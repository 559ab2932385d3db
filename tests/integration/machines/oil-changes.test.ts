import { afterAll, beforeEach, describe, expect, test } from 'vitest';
import { countingQueries, openTestDb, truncateAll } from '../test-database';
import { countRiderRows, makeActor, MACHINE_450 } from '../rider-fixtures';
import { collectMachineForm } from '~/lib/machines/machines';
import { readFormObject } from '~/lib/http/result';
import { createMachine } from '~/lib/machines/machines.service';
import { createOilChange, listOilChanges, listOilChangesOf } from '~/lib/oil-changes/oil-changes.service';
import { getMachine } from '~/lib/machines/machines.service';

const db = openTestDb();
afterAll(() => db.destroy());
beforeEach(() => truncateAll(db));

async function setup() {
  const rider = await makeActor(db);
  const m = await createMachine(db, rider, collectMachineForm(readFormObject(new URLSearchParams(MACHINE_450))), 'C');
  if (!m.ok) throw new Error('setup');
  return { rider, machineId: m.value.id };
}

const change = (o: Record<string, unknown> = {}) => ({
  changedOn: '2025-04-01',
  odometer: '12000',
  oilProduct: 'Valley Lube 4T',
  saeGrade: '10w50',
  volumeL: '1.2',
  filterChanged: 'on',
  topUpL: '0.2',
  otherWork: 'Drain plug crush washer replaced\n\nValve clearances checked',
  notes: '',
  ...o,
});

describe('oil changes', () => {
  test('logged in the machine’s miles, stored in km, with the distance since the previous change', async () => {
    const { rider, machineId } = await setup();
    expect(
      (await createOilChange(db, rider, machineId, change({ changedOn: '2024-10-01', odometer: '9,000' }))).ok,
    ).toBe(true);
    const r = await createOilChange(db, rider, machineId, change());
    expect(r.ok).toBe(true);
    if (!r.ok) return;
    expect(r.value.saeGrade).toBe('10W-50');
    expect(r.value.otherWork).toEqual(['Drain plug crush washer replaced', 'Valve clearances checked']);
    expect(r.value.odometer).toBeCloseTo(12000 * 1.609344, 6); // NIST SP 811 B.8
    const list = await listOilChanges(db, rider, machineId);
    if (!list.ok) throw new Error('list');
    expect(list.value.map((c) => c.changedOn)).toEqual(['2025-04-01', '2024-10-01']);
    expect(list.value[0]!.distanceSincePrevious).toBeCloseTo(3000 * 1.609344, 6);
    expect(list.value[1]!.distanceSincePrevious).toBeNull();
  });

  test.each([
    { name: 'negative odometer', over: { odometer: '-5' }, field: 'odometer', message: /cannot be negative/ },
    {
      name: 'absurd odometer',
      over: { odometer: '5000000' },
      field: 'odometer',
      message: /further than any engine runs/,
    },
    {
      name: 'odometer that is not a number',
      over: { odometer: 'lots' },
      field: 'odometer',
      message: /must be a number/,
    },
    { name: 'missing odometer', over: { odometer: '' }, field: 'odometer', message: /Enter the odometer/ },
    {
      name: 'grade that is not SAE',
      over: { saeGrade: '10W-45' },
      field: 'saeGrade',
      message: /not an SAE high-temperature grade/,
    },
    { name: 'reversed grade', over: { saeGrade: '40W-10' }, field: 'saeGrade', message: /not an SAE winter grade/ },
    {
      name: 'date in the future',
      over: { changedOn: '2999-01-01' },
      field: 'changedOn',
      message: /cannot be in the future/,
    },
    { name: 'absurd volume', over: { volumeL: '55' }, field: 'volumeL', message: /under 40 L/ },
  ])('$name is refused beside the field and writes nothing', async ({ over, field, message }) => {
    const { rider, machineId } = await setup();
    const r = await createOilChange(db, rider, machineId, change(over));
    expect(r.ok).toBe(false);
    if (!r.ok) expect(r.fields[field]).toMatch(message);
    expect((await countRiderRows(db)).oil_changes).toBe(0);
  });

  test('an odometer below the previous change is refused unless the meter was replaced', async () => {
    const { rider, machineId } = await setup();
    await createOilChange(db, rider, machineId, change({ changedOn: '2025-01-01', odometer: '12000' }));
    const lower = await createOilChange(db, rider, machineId, change({ changedOn: '2025-06-01', odometer: '300' }));
    expect(lower.ok).toBe(false);
    if (!lower.ok)
      expect(lower.fields['odometer']).toMatch(
        /Lower than the reading at the oil change on 1 Jan 2025 \(12,000 mi\).*meter replaced/,
      );
    expect((await countRiderRows(db)).oil_changes).toBe(1);
    const replaced = await createOilChange(
      db,
      rider,
      machineId,
      change({ changedOn: '2025-06-01', odometer: '300', meterReplaced: 'on' }),
    );
    expect(replaced.ok).toBe(true);
    const list = await listOilChanges(db, rider, machineId);
    if (list.ok) expect(list.value[0]!.distanceSincePrevious).toBeNull();
  });

  test('a change entered late may not read higher than a later change', async () => {
    const { rider, machineId } = await setup();
    await createOilChange(db, rider, machineId, change({ changedOn: '2025-03-01', odometer: '5000' }));
    const r = await createOilChange(db, rider, machineId, change({ changedOn: '2025-02-01', odometer: '6000' }));
    expect(r.ok).toBe(false);
    if (!r.ok) expect(r.fields['odometer']).toMatch(/Higher than the reading at the later oil change/);
  });

  test('someone else’s photo id cannot be attached; the oil change is rolled back', async () => {
    const { rider, machineId } = await setup();
    const r = await createOilChange(
      db,
      rider,
      machineId,
      change({ photoIds: ['6f1c2d3e-4b5a-4c6d-8e7f-0123456789ab'] }),
    );
    expect(r.ok).toBe(false);
    if (!r.ok) expect(r.fields['photos']).toMatch(/could not be attached/);
    expect((await countRiderRows(db)).oil_changes).toBe(0);
  });

  test('for a machine already loaded, the same list in two queries instead of three', async () => {
    const { rider, machineId } = await setup();
    for (const [changedOn, odometer] of [
      ['2024-10-01', '9000'],
      ['2025-04-01', '12000'],
    ] as const) {
      expect((await createOilChange(db, rider, machineId, change({ changedOn, odometer }))).ok).toBe(true);
    }
    const machine = await getMachine(db, rider, machineId);
    if (!machine.ok) throw new Error('setup');
    const { counted, sent } = countingQueries(db);
    const byId = await listOilChanges(counted, rider, machineId);
    expect(sent).toHaveLength(3);
    sent.length = 0;
    const loaded = await listOilChangesOf(counted, rider, machine.value);
    expect(sent).toHaveLength(2);
    expect(byId.ok && byId.value).toEqual(loaded);
    expect(loaded.map((c) => c.changedOn)).toEqual(['2025-04-01', '2024-10-01']);
  });
});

*-*-*

__Work task__:
Quote, word for word, every line from the top of the entries through the line that holds "countingQueries, openTestDb, truncateAll".

__Task response__:
repository 559ab2932385d3db
filename tests/integration/machines/oil-changes.test.ts
import { afterAll, beforeEach, describe, expect, test } from 'vitest';
import { countingQueries, openTestDb, truncateAll } from '../test-database';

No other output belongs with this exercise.